# don't trust what they say on the phone at the pier



## whitetail187 (Mar 3, 2012)

called yesterday to ask if spanish were biting and got "spanish, king, are hitting" brought my daughters out to fish because they just want to catch some spanish and really aren't ready for catching king yet. got out there and spent my 21 bucks to basically watch somebody lose a nice cobia. no sign of spanish anywhere. Now I'll call somebody I know that's on the pier instead. lesson learned.


----------



## JoeZ (Sep 30, 2007)

They're usually pretty on time with their reports. Fish bites do come and go so it's possible you got there too late.


----------



## BananaTom (Feb 16, 2008)

*I know the spanish have been hitting there good for a couple of weeks, every day.
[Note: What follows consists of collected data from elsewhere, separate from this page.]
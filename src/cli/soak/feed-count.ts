// Edge: cli. May touch: the product's API. A reader of the feed that goes on from its cursor whatever dies, and knows what it has seen.
import type { SoakApi } from './run-soak.ts';

interface Page {
	items: { kind: string; tag: string; value: number | null }[];
	cursor: string;
}

export class FeedCount {
	/** Different samples. */
	different = 0;
	/** Samples that came again. */
	twice = 0;
	readonly #seen = new Map<string, Uint8Array>();
	readonly #api: SoakApi;
	#isStopped = false;
	readonly #reading: Promise<void>;

	constructor(api: SoakApi) {
		this.#api = api;
		this.#reading = this.#read();
	}

	async #read(): Promise<void> {
		let cursor = '0';
		while (!this.#isStopped) {
			try {
				const page = await this.#api.ask<Page>(`/feed?after=${cursor}&wait=2&limit=10000`);
				for (const item of page.items) if (item.kind === 'reading' && item.value !== null) this.#note(item.tag, item.value);
				({ cursor } = page);
			} catch {
				// The web process or its database is away: the cursor is kept, and the same page asked for again.
				await new Promise((resolve) => setTimeout(resolve, 300));
			}
		}
	}

	#note(tag: string, serial: number): void {
		let seen = this.#seen.get(tag) ?? new Uint8Array(1_024);
		if (serial >= seen.length) {
			const grown = new Uint8Array(Math.max(seen.length * 2, serial + 1));
			grown.set(seen);
			seen = grown;
		}
		if (seen[serial]) this.twice += 1;
		else this.different += 1;
		seen[serial] = 1;
		this.#seen.set(tag, seen);
	}

	async stop(): Promise<void> {
		this.#isStopped = true;
		await this.#reading;
	}
}
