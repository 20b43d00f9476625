import { z } from 'zod';
import { api } from '#lib/server/http/api.ts';
import { badInput } from '#lib/server/http/problem.ts';
import { limitJson } from '#lib/server/limits/limit-json.ts';
import { proposeForTags } from '#lib/server/limits/propose-limits.ts';
import { stretchFields, stretchOf } from '#lib/server/limits/stretch.ts';

export const POST = api(
	{
		summary:
			'Limits that tags could have, from a published zone table where one fits and from their own history; nothing is saved. A start for a qualified person: the maker and local codes come first.',
		permission: 'limits:edit',
		body: z.strictObject({ tags: z.array(z.string().min(1).max(120)).min(1).max(200), ...stretchFields }),
		answer: z.object({
			limits: z.array(limitJson),
			items: z.array(z.object({ tag: z.string(), limits: z.number().int(), reasons: z.array(z.string()) })),
		}),
	},
	async ({ pool, site, body }) => {
		const { proposals, unknown } = await proposeForTags(pool, {
			siteId: site.id,
			tags: body.tags,
			...stretchOf(body, Date.now()),
		});
		if (unknown.length > 0)
			throw badInput(
				unknown.map((name) => ({
					pointer: `/tags/${body.tags.findIndex((tag) => tag.toLowerCase() === name)}`,
					detail: `no published tag is named ${name}`,
				})),
			);
		return {
			limits: proposals.flatMap((proposal) => proposal.limits),
			items: proposals.map(({ tag, limits, reasons }) => ({ tag, limits: limits.length, reasons })),
		};
	},
);
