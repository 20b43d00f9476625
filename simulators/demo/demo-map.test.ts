// Pure.
import { describe, expect, it } from 'vitest';
import { limitSchema } from '#lib/domain/limit.ts';
import { sourceInput } from '#lib/domain/source-settings.ts';
import { mapRowSchema, TAG_NAME } from '#lib/domain/tag-map/row.ts';
import { demoLimits } from './demo-limits.ts';
import { demoRows, demoSites, demoSources } from './demo-map.ts';

describe('the map of the demo plant', () => {
	it.each(['saltmere', 'corran'] as const)('has rows, limits and sources of the right shape at %s', (site) => {
		const rows = demoRows(site);
		const names = new Set(
			demoSources({ opcua: 1, modbus: 2, rtu: 3, mqtt: 4 }).map(({ source }) => sourceInput.parse(source).name),
		);
		for (const row of rows) {
			expect(mapRowSchema.safeParse(row).error, row.tag).toBeUndefined();
			expect(row.tag).toMatch(TAG_NAME);
			expect(names).toContain(row.source);
		}
		const tags = new Set(rows.map((row) => row.tag));
		expect(tags.size).toBe(rows.length);
		for (const row of rows) if (row.age_tag) expect(tags).toContain(row.age_tag);
		for (const limit of demoLimits(site)) {
			expect(limitSchema.safeParse(limit).error, limit.tag).toBeUndefined();
			expect(tags).toContain(limit.tag);
		}
	});

	it('gives no two values of a device the same place', () => {
		for (const { slug } of demoSites()) {
			const places = demoRows(slug)
				.filter((row) => row.unit_id != null)
				.map((row) => `${row.source} ${row.unit_id} ${row.register} ${row.bit}`);
			expect(new Set(places).size).toBe(places.length);
		}
	});

	// Source: ISO 20816-3 group 1 rigid and flexible, ISO 10816-7 category I above 200 kW; boundaries from memory.
	it('sets velocity limits at the zone boundaries', () => {
		const limits = demoLimits('saltmere');
		const values = (tag: string) => limits.filter((limit) => limit.tag === tag).map((limit) => limit.value);
		expect(values('HL-3.MDE.H.VEL')).toEqual([4.5, 7.1]);
		expect(values('HL-5.MDE.H.VEL')).toEqual([7.1, 11]);
		expect(values('HL-3.PDE.H.VEL')).toEqual([5, 7.6]);
	});
});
I have watched them, and talk to many that fish there.*


----------



## startzc (Feb 4, 2013)

Had 3 or 4 eat my big cigar that i was throwing at the kings.


----------



## Smarty (Nov 23, 2008)

Say brother, it's all good. Go back out there with your daughters and some gotcha lures ( chartreuse head with a white feather tail ). If you don't have some Spanish hit right now I'll be very shocked! They are just now coming in and will be in the bay chasing bait within the next few days. Reports for this weekend should be good. At the very worst you'll be out in a beautiful environment with your daughters. Beats the hell out of being at work so relax brother!


----------



## Chapman5011 (Mar 7, 2013)

The pier........
I would never expect the person at the pier to say, no , the fish are not biting. Don't come down to the pier since you won't catch anything. He'll no....if you call the pier, they will typically always say something is hitting. And usually, there will always be something hitting off the pier. I know of a fact that the cobia were hitting, because you saw one. That's how the pier survives. If no one fished the pier , it would be closed for business. It is a business that requires many people to fish off the pier for it to survive. 
If no one bought fuel, there would be no gas stations.
They would close. 
Yet you went to fish for Spanish and did not catch any. I do understand your frustration. 
It's called going fishing
The fish moved on.
There are tons of Spanish in that area. They just weren't there when you were there.


----------



## Hawkseye (Feb 17, 2012)

It happens. I've called both Okaloosa and Pensacola before and received the "hasn't been a fish seen in 2 days" report. If they said spanish were biting...spanish were biting. Key word being "WERE."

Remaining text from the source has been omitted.